Task prompt ▸
From the entries below, pull out each line where "parametrize" appears.

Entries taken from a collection

====

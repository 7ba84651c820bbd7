"""Plausibility of readings; what is usual is common practice of the trade."""

from __future__ import annotations

from datetime import date
from decimal import Decimal

import pytest

from labrecords.rules.readings import (
    day,
    objections_to_burette_reading,
    objections_to_concentration,
    objections_to_date,
    objections_to_millivolts,
    objections_to_order,
    objections_to_ph,
    objections_to_purity,
    objections_to_sample_amount,
    objections_to_slope,
    objections_to_temperature,
    remarks_on_burette_reading,
    remarks_on_sample_amount,
    remarks_on_temperature,
)

TODAY = date(2026, 12, 1)


def burette(start: str | None, end: str | None, *, resolution: str = "0.050000") -> list[str]:
    return objections_to_burette_reading(
        None if start is None else Decimal(start), None if end is None else Decimal(end),
        capacity=Decimal("50.0000"), resolution=Decimal(resolution), burette="B-07",
    )  # fmt: skip


@pytest.mark.parametrize(
    ("start", "end"),
    [("0.00", "10.00"), ("0.05", "50.00"), (None, "12.3"), ("3.10", None), (None, None), ("0", "0")],
)
def test_objections_to_burette_reading_lets_plausible_ones_pass(start: str | None, end: str | None) -> None:
    assert burette(start, end) == []


def test_objections_to_burette_reading_names_an_end_below_its_start() -> None:
    (sentence,) = burette("12.40", "3.20")
    assert sentence.startswith("End is 3.20 mL, below the start at 12.40 mL")


def test_objections_to_burette_reading_names_60_mL_from_a_50_mL_burette() -> None:
    (sentence,) = burette("0.00", "60.00")
    assert sentence.startswith("End is 60.00 mL; burette B-07 ends at 50 mL.")


def test_objections_to_burette_reading_names_a_negative_one() -> None:
    assert burette("-0.10", "3.00") == ["Start is -0.10 mL; a burette reading is 0 mL or more."]


def test_objections_to_burette_reading_names_more_places_than_can_be_read() -> None:
    (sentence,) = burette("0.00", "12.345")
    assert sentence.startswith("End is 12.345 mL; burette B-07 is read to 0.05 mL, which is two decimals.")
    assert burette("0.00", "12.345", resolution="0.001") == []


def test_objections_to_burette_reading_names_what_is_no_number() -> None:
    assert burette("NaN", None) == ["Start is NaN, which is no number; a burette reading such as 12.30 mL is expected."]


def test_remarks_on_burette_reading_sees_a_reading_cut_short() -> None:
    fine = Decimal("0.05")
    (sentence,) = remarks_on_burette_reading(Decimal("12.3"), field="End", resolution=fine)
    assert sentence.startswith("End is 12.3 mL with one decimal")
    assert remarks_on_burette_reading(Decimal("12.30"), field="End", resolution=fine) == []


def test_objections_to_sample_amount_recognizes_milligrams_typed_as_grams() -> None:
    (sentence,) = objections_to_sample_amount(Decimal("250.3"), unit="g", expected=Decimal("0.2500"))
    assert "about 0.25 g is expected" in sentence
    assert "250.3 mg would be 0.2503 g" in sentence


def test_objections_to_sample_amount_recognizes_litres_typed_as_millilitres() -> None:
    (sentence,) = objections_to_sample_amount(Decimal("0.010"), unit="mL", expected=Decimal(10))
    assert "0.010 L would be 10 mL" in sentence


@pytest.mark.parametrize("amount", ["0.0125", "0.25", "5.0"])
def test_objections_to_sample_amount_allows_a_twentieth_to_twenty_times(amount: str) -> None:
    assert objections_to_sample_amount(Decimal(amount), unit="g", expected=Decimal("0.25")) == []


@pytest.mark.parametrize("amount", ["0", "-1.0", "NaN", "0.0124", "5.1"])
def test_objections_to_sample_amount_refuses_what_cannot_be(amount: str) -> None:
    (sentence,) = objections_to_sample_amount(Decimal(amount), unit="g", expected=Decimal("0.25"))
    assert "about 0.25 g" in sentence


def test_objections_to_sample_amount_minds_what_the_instrument_takes() -> None:
    (sentence,) = objections_to_sample_amount(Decimal(230), unit="g", expected=Decimal(150), capacity=Decimal("220.00"))
    assert "takes up to 220 g" in sentence


def test_remarks_on_sample_amount_start_beyond_half_the_usual() -> None:
    usual = Decimal("10.00")
    assert remarks_on_sample_amount(Decimal("15.00"), unit="mL", expected=usual) == []
    assert len(remarks_on_sample_amount(Decimal("15.01"), unit="mL", expected=usual)) == 1


@pytest.mark.parametrize(("typed", "scale"), [("294.7", "kelvin would be 21.6 °C"), ("70.9", "°F would be 21.6 °C")])
def test_objections_to_temperature_recognizes_other_scales(typed: str, scale: str) -> None:
    (sentence,) = objections_to_temperature(Decimal(typed))
    assert sentence.endswith(f"{typed} {scale}.")


def test_objections_to_temperature_lets_a_room_pass_and_no_oven() -> None:
    assert objections_to_temperature(Decimal("21.5")) == []
    assert objections_to_temperature(Decimal(215)) == ["Temperature is 215 °C; 5 to 40 °C is expected."]
    assert remarks_on_temperature(Decimal("21.5")) == []
    assert len(remarks_on_temperature(Decimal(35))) == 1


def test_objections_to_ph_refuses_19_and_recognizes_millivolts() -> None:
    assert objections_to_ph(Decimal("8.20")) == []
    assert objections_to_ph(Decimal(19)) == ["pH is 19; 0 to 14 is expected."]
    assert objections_to_ph(Decimal(-177))[0].endswith("It looks like millivolts.")


def test_objections_to_date_refuses_tomorrow_where_it_makes_no_sense() -> None:
    tomorrow = date(2026, 12, 2)
    (sentence,) = objections_to_date(tomorrow, today=TODAY, field="Received on", may_be_future=False)
    assert sentence == "Received on is 2 Dec 2026, after today, 1 Dec 2026. A day up to today is expected."
    assert objections_to_date(tomorrow, today=TODAY, field="Expires on", may_be_future=True) == []
    assert objections_to_date(TODAY, today=TODAY, field="Received on", may_be_future=False) == []


@pytest.mark.parametrize("year", [226, 1926, 2062])
def test_objections_to_date_asks_about_a_far_year(year: int) -> None:
    (sentence,) = objections_to_date(date(year, 5, 4), today=TODAY, field="Expires on", may_be_future=True)
    assert sentence.endswith("Check the year.")


def test_objections_to_order_names_both_days() -> None:
    names = {"earlier_field": "Prepared on", "later_field": "Expires on"}
    assert objections_to_order(TODAY, TODAY, **names) == [
        "Expires on is 1 Dec 2026; a day after prepared on, 1 Dec 2026, is expected."
    ]
    assert objections_to_order(TODAY, date(2027, 1, 1), **names) == []


def test_objections_to_purity_recognizes_a_percentage() -> None:
    (sentence,) = objections_to_purity(Decimal("99.98"))
    assert sentence.endswith("99.98 % is written 0.9998.")
    assert objections_to_purity(Decimal("0.9998")) == []


def test_objections_of_meters_and_concentrations_name_the_expected_range() -> None:
    assert objections_to_slope(Decimal("98.2")) == []
    assert objections_to_slope(Decimal("5.9")) == ["Electrode slope is 5.9 %; 50 to 120 % is expected."]
    assert objections_to_millivolts(Decimal(2500)) == ["Potential is 2500 mV; -2000 to 2000 mV is expected."]
    assert "100 mmol/L would be 0.1 mol/L" in objections_to_concentration(Decimal(100), nominal=Decimal("0.1"))[0]


def test_day_is_written_without_a_leading_zero() -> None:
    assert day(date(2026, 12, 1)) == "1 Dec 2026"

====

Task output ▸
@pytest.mark.parametrize(
@pytest.mark.parametrize("amount", ["0.0125", "0.25", "5.0"])
@pytest.mark.parametrize("amount", ["0", "-1.0", "NaN", "0.0124", "5.1"])
@pytest.mark.parametrize(("typed", "scale"), [("294.7", "kelvin would be 21.6 °C"), ("70.9", "°F would be 21.6 °C")])
@pytest.mark.parametrize("year", [226, 1926, 2062])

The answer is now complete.